I will not claim to be able to judge this as a whole, I can only speak for myself. As I already wrote above, collaboration with Debian works pretty well in the fields I'm active at. With some DDs it doesn't work at all, but that's ok; I do not want to urge people to work with me. In general my gut feeling is that Ubuntu collaboration from the Ubuntu side works better than usually claimed from the Debian side, but of course there are still problems to be solved:
- It would be unfair to demand that the sole responsibility for giving back patches etc. is on Ubuntu's side. Collaboration needs to work in both directions, and the small set of core devs simply doesn't have the manpower to track every patch in every Debian package as well (especially since the hurdles of package mainainers sometimes makes it excessively difficult to do so). From my experience, many DDs seem to agree to that.
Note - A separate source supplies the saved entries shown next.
def _next_line(model: Reduction, lines: list[Values], tolerance: float) -> int:
    """The first lines; then the line with the worst estimate and, while lines agree, the middles of the widest gaps."""
    frequencies = _frequencies(lines)
    seen = [step.index for step in model.steps]
    if len(seen) < len(FIRST_LINES):
        wanted = frequencies[0] + FIRST_LINES[len(seen)] * (frequencies[-1] - frequencies[0])
        order = np.argsort(np.abs(frequencies - wanted), kind="stable")
        return int(next(i for i in order if i not in seen))
    passed = next((n for n, step in enumerate(reversed(model.steps)) if not step.check.agrees(tolerance)), len(seen))
    if passed in (0, PASSES - 1):
        scanned = _unseen(len(frequencies), seen)
        return int(scanned[np.argmax(survey(model, [lines[i] for i in scanned])[1])])
    edges = np.sort(np.array([-1, *seen, len(frequencies)]))
    gap = int(np.argmax(np.diff(edges)))
    middle = (edges[gap] + edges[gap + 1]) // 2
    return int(np.clip(middle, 0, len(frequencies) - 1))


def _unseen(lines: int, seen: list[int]) -> Ints:
    """About `SCANNED_LINES` lines that were not factorised yet."""
    every = np.setdiff1d(np.arange(lines), seen)
    return every[np.unique(np.linspace(0, len(every) - 1, min(SCANNED_LINES, len(every))).round().astype(np.int64))]


def _new_columns(full: Engine, model: Reduction, line: Line, factor: Factor, frequencies: Floats) -> Floats:
    """Exact solutions at the line and their Krylov vectors, real, orthonormal and orthogonal to the basis.

    The fields of single loads, which their radiated power needs, enter without followers: these cost more than they save.
    """
    free = full.free
    fields = np.hstack([response.field for response in line.responses]) if line.responses else line.adjoints[:, :0]
    alone = [response.alone[free] for response in line.responses if response.alone.size]
    adjoints = line.adjoints
    start = _start(adjoints, model.samples)
    slope = full.inner(full.system.matrix(_slope(full.system, line.frequency, frequencies)))
    blocks = [adjoints[free], fields[free], *alone]
    if full.system.symmetric:
        blocks.append(_krylov(factor.solve, slope, np.hstack([start, fields])[free]))
    else:
        blocks.append(_krylov(factor.solve_transpose, slope.T.tocsr(), start[free]))
        blocks.append(_krylov(factor.solve, slope, fields[free]))
    columns = np.zeros((full.system.size, 2 * sum(block.shape[1] for block in blocks)))
    columns[free] = np.hstack([part for block in blocks for part in (block.real, block.imag)])
    return orthonormal(model.basis[:, ~model.projected.fixed], columns)


def _start(adjoints: Complex, samples: Samples) -> Complex:
    """One adjoint per receiver: the mean over its samples. The samples' own enter the basis without followers."""
    receivers = np.unique(samples.receiver)
    weights = np.where(samples.receiver[:, None] == receivers, samples.weight[:, None], 0.0)
    return np.asarray(adjoints @ weights)


def _slope(system: System, f: float, frequencies: Floats) -> Complex:
    """d phi_j / d(w^2) by a central difference of a step that stays inside the band, where the laws are defined."""
    low, high = float(frequencies[0]), float(frequencies[-1])
    step = max(0.02 * (high - low), 1e-6 * f)
    a, b = max(low, f - step), min(high, f + step)
    phi = system.coefficients(np.array([a, b]))
    return np.asarray((phi[1] - phi[0]) / ((2 * np.pi) ** 2 * (b**2 - a**2)))


def _krylov(solve: Callable[[Complex], Complex], slope: Any, start: Complex) -> Complex:
    """Orthonormal followers of `start` under A^-1 A': block Arnoldi, orthogonalised twice (once loses rank)."""
    block = scipy.linalg.qr(start, mode="economic")[0]
    blocks = [block]
    moments = int(np.clip(KRYLOV_COLUMNS // max(block.shape[1], 1), FEWEST_MOMENTS, MOST_MOMENTS))
    for _ in range(moments):
        following = solve(np.ascontiguousarray(slope @ blocks[-1]))
        for _ in range(2):
            for earlier in blocks:
                following = following - earlier @ (earlier.conj().T @ following)
        block, triangle, _ = scipy.linalg.qr(following, mode="economic", pivoting=True)
        size = np.abs(np.diag(triangle))
        block = block[:, size > 1e-10 * size.max(initial=0.0)]
        if not block.shape[1]:
            break
        blocks.append(block)
    return np.asarray(np.hstack(blocks)[:, blocks[0].shape[1] :], dtype=np.complex128)


def orthonormal(basis: Floats, columns: Floats, keep_above: float = KEEP_ABOVE) -> Floats:
    """Orthonormal columns that, with `basis` (orthonormal), span what `columns` span, but for parts below `keep_above`."""
    size = np.linalg.norm(columns, axis=0)
    rest = columns / np.where(size > 0, size, 1.0)
    for _ in range(2):
        rest = rest - basis @ (basis.T @ rest)
    q, triangle, _ = scipy.linalg.qr(rest, mode="economic", pivoting=True, overwrite_a=True)
    kept = q[:, np.abs(np.diag(triangle)) > keep_above]
    return np.asarray(scipy.linalg.qr(kept - basis @ (basis.T @ kept), mode="economic")[0])


# ---------------------------------------------------------------------------------------------------------------------
# judging


def _check(model: Reduction, values: Values, exact: Line) -> Check:
    if not model.size:
        return Check(exact.frequency, np.inf, np.inf, np.inf, True)
    line, estimate = _estimated(model, model.engine(), values)
    pairs = list(zip(line.responses, exact.responses, strict=True))
    field = max((_field_deviation(model, a.field, b.field) for a, b in pairs), default=0.0)
    heard = [
        deviation(model.samples, a.contributions, b.contributions, mix) for (a, b), mix in zip(pairs, values.mix, strict=True)
    ]
    level = max(heard, default=0.0) if len(model.samples.receiver) else field
    level = max([level, *(power_deviation(a.radiated, b.radiated) for a, b in pairs)])
    return Check(exact.frequency, level, field, estimate, False)


def deviation(samples: Samples, found: Complex, exact: Complex, mix: Complex) -> float:
    """Largest difference [dB] of a receiver's level, and of a contribution against the largest one at its sample.

    found, exact (samples, loads); mix (loads, r).
    """
    parts = np.abs(found - exact).max(axis=1) / np.maximum(np.abs(exact).max(axis=1), 1e-300)
    levels = [_mean_square(samples, p @ mix) for p in (found, exact)]
    change = np.abs(10 * np.log10(np.maximum(levels[0], 1e-300) / np.maximum(levels[1], 1e-300)))
    return float(max(np.max(DB * np.log1p(parts), initial=0.0), np.max(change, initial=0.0)))


def power_deviation(found: Complex, exact: Complex) -> float:
    """Largest difference [dB] of forms (surfaces, loads, loads) of radiated power, against the largest entry of a surface."""
    if not exact.size:
        return 0.0
    largest = np.maximum(np.abs(exact).max(axis=(1, 2)), 1e-300)
    return float(np.max(0.5 * DB * np.log1p(np.abs(found - exact).max(axis=(1, 2)) / largest)))


def _mean_square(samples: Samples, pressure: Complex) -> Floats:
    """Weighted over the samples of each receiver, (receivers,)."""
    square = samples.weight * (np.abs(pressure) ** 2).sum(axis=1)
    return np.asarray(np.bincount(samples.receiver, weights=square), dtype=np.float64)


def _field_deviation(model: Reduction, coordinates: Complex, exact: Complex) -> float:
    vertices = model.system.space.topology.n_vertices
    miss = np.linalg.norm(model.basis[:vertices] @ coordinates - exact[:vertices])
    return float(DB * np.log1p(miss / max(float(np.linalg.norm(exact[:vertices])), 1e-300)))


def survey(model: Reduction, lines: list[Values]) -> tuple[list[Line], Floats]:
    """Lines from the model, and their estimated deviations [dB], scaled by the worst ratio seen at the checks."""
    engine = model.engine()
    pairs = [_estimated(model, engine, values) for values in lines]
    found = [replace(line, residual=float("nan")) for line, _ in pairs]
    return found, np.array([raw for _, raw in pairs]) * _scale(model)


def _scale(model: Reduction) -> float:
    """Worst ratio of true deviation to raw estimate at the checked lines; 1 while there is none."""
    known = [s.check for s in model.steps if np.isfinite(s.check.estimate)]
    return max([1.0, *(c.deviation / max(c.estimate, SMALLEST_ESTIMATE) for c in known)])


def _estimated(model: Reduction, engine: Engine, values: Values) -> tuple[Line, float]:
    """A line from the model's `engine`, and its raw estimate [dB]: the largest over load cases and receiver samples."""
    line, factor = engine.solved(values)
    matrix = engine.system.matrix(values.phi)
    adjoint = model.sketch.adjoint_residual(values, line.adjoints)
    out = [0.0]
    for number, response in enumerate(line.responses):
        alone = response.alone if response.alone.size else _fields_alone(engine, factor, matrix, values, number)
        residuals = model.sketch.forward_residuals(number, values, alone)
        out.append(_raw_estimate(model, values, response, adjoint, residuals, values.mix[number]))
    return line, max(out)


def _fields_alone(engine: Engine, factor: Factor, matrix: Any, values: Values, number: int) -> Complex:
    """The field of every load of load case `number` by itself, (K, loads)."""
    drive = Drive.of(engine.system.load_sets[number], matrix, values.psi[number], values.mix[number])
    fields = np.array(drive.given, dtype=np.complex128)
    fields[engine.free] += factor.solve(drive.inside[engine.free])
    return fields


def _raw_estimate(
    model: Reduction, values: Values, response: Response, adjoint: Floats, residuals: Complex, mix: Complex
) -> float:
    """|r_z| |r| / |p| [dB]: an output misses r_z^T A^-1 r, with r of the load case for its level, and with r of each load
    for its contribution. Both are needed: where loads cancel, their sum is found long before its parts are."""
    together = float(np.linalg.norm(residuals @ mix))
    if not len(model.samples.receiver):
        return float(DB * np.log1p(together / max(float(np.linalg.norm(response.field)), 1e-300)))
    heard = np.sqrt(_mean_square(model.samples, values.heard(model.projected.receivers @ response.field)))
    level = adjoint * together / np.maximum(heard[model.samples.receiver], 1e-300)
    apart = np.linalg.norm(residuals, axis=0).max(initial=0.0)
    contribution = adjoint * apart / np.maximum(np.abs(response.contributions).max(axis=1, initial=0.0), 1e-300)
    return float(DB * np.log1p(np.maximum(level, contribution).max()))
- Many Ubuntu developers (mainly MOTU) are not DDs, and thus never had a strong affection for Debian, so their changes will not be pushed to Debian. I don't have an enlightening idea about how to solve that; technical solutions like Launchpad, distributed revision control, and automated package imports into revision control will make collaboration significantly easier in the future, but social cooperation should still happen at some level.
In summary I think that the current situation is not bad at all. Collaboration with Ubuntu is magnitudes better than with other Debian derivatives (when did you see the last patch from Knoppix, for example?) Of course it could get much better even, but that requires better technical solutions, too.
What do you wish for the future ?
More social interaction would be nice. The way we talked to each other at debconf5 in general, and on the Debian/Ubuntu collaboration BoF in particular was miles away from the usual flamefest on the Debian mailing lists. I would also wish that more DDs would just try a current Ubuntu live or install CD to see which features are worth to take, how Ubuntu 'feels' (to identify areas where Ubuntu is really good, and thus worth collaborating at, and to also to find parts you don't like), and to get an impression of how much difference 'working on packages' vs. 'working on a distribution' can make. I would really like to see a focus shift in Debian from package oriented to goal oriented, too, although this might not work very well with the much bigger number of DDs.
Personally, I will try to at least keep my current level of interaction with Debian. It works pretty well so far (at least from my POV).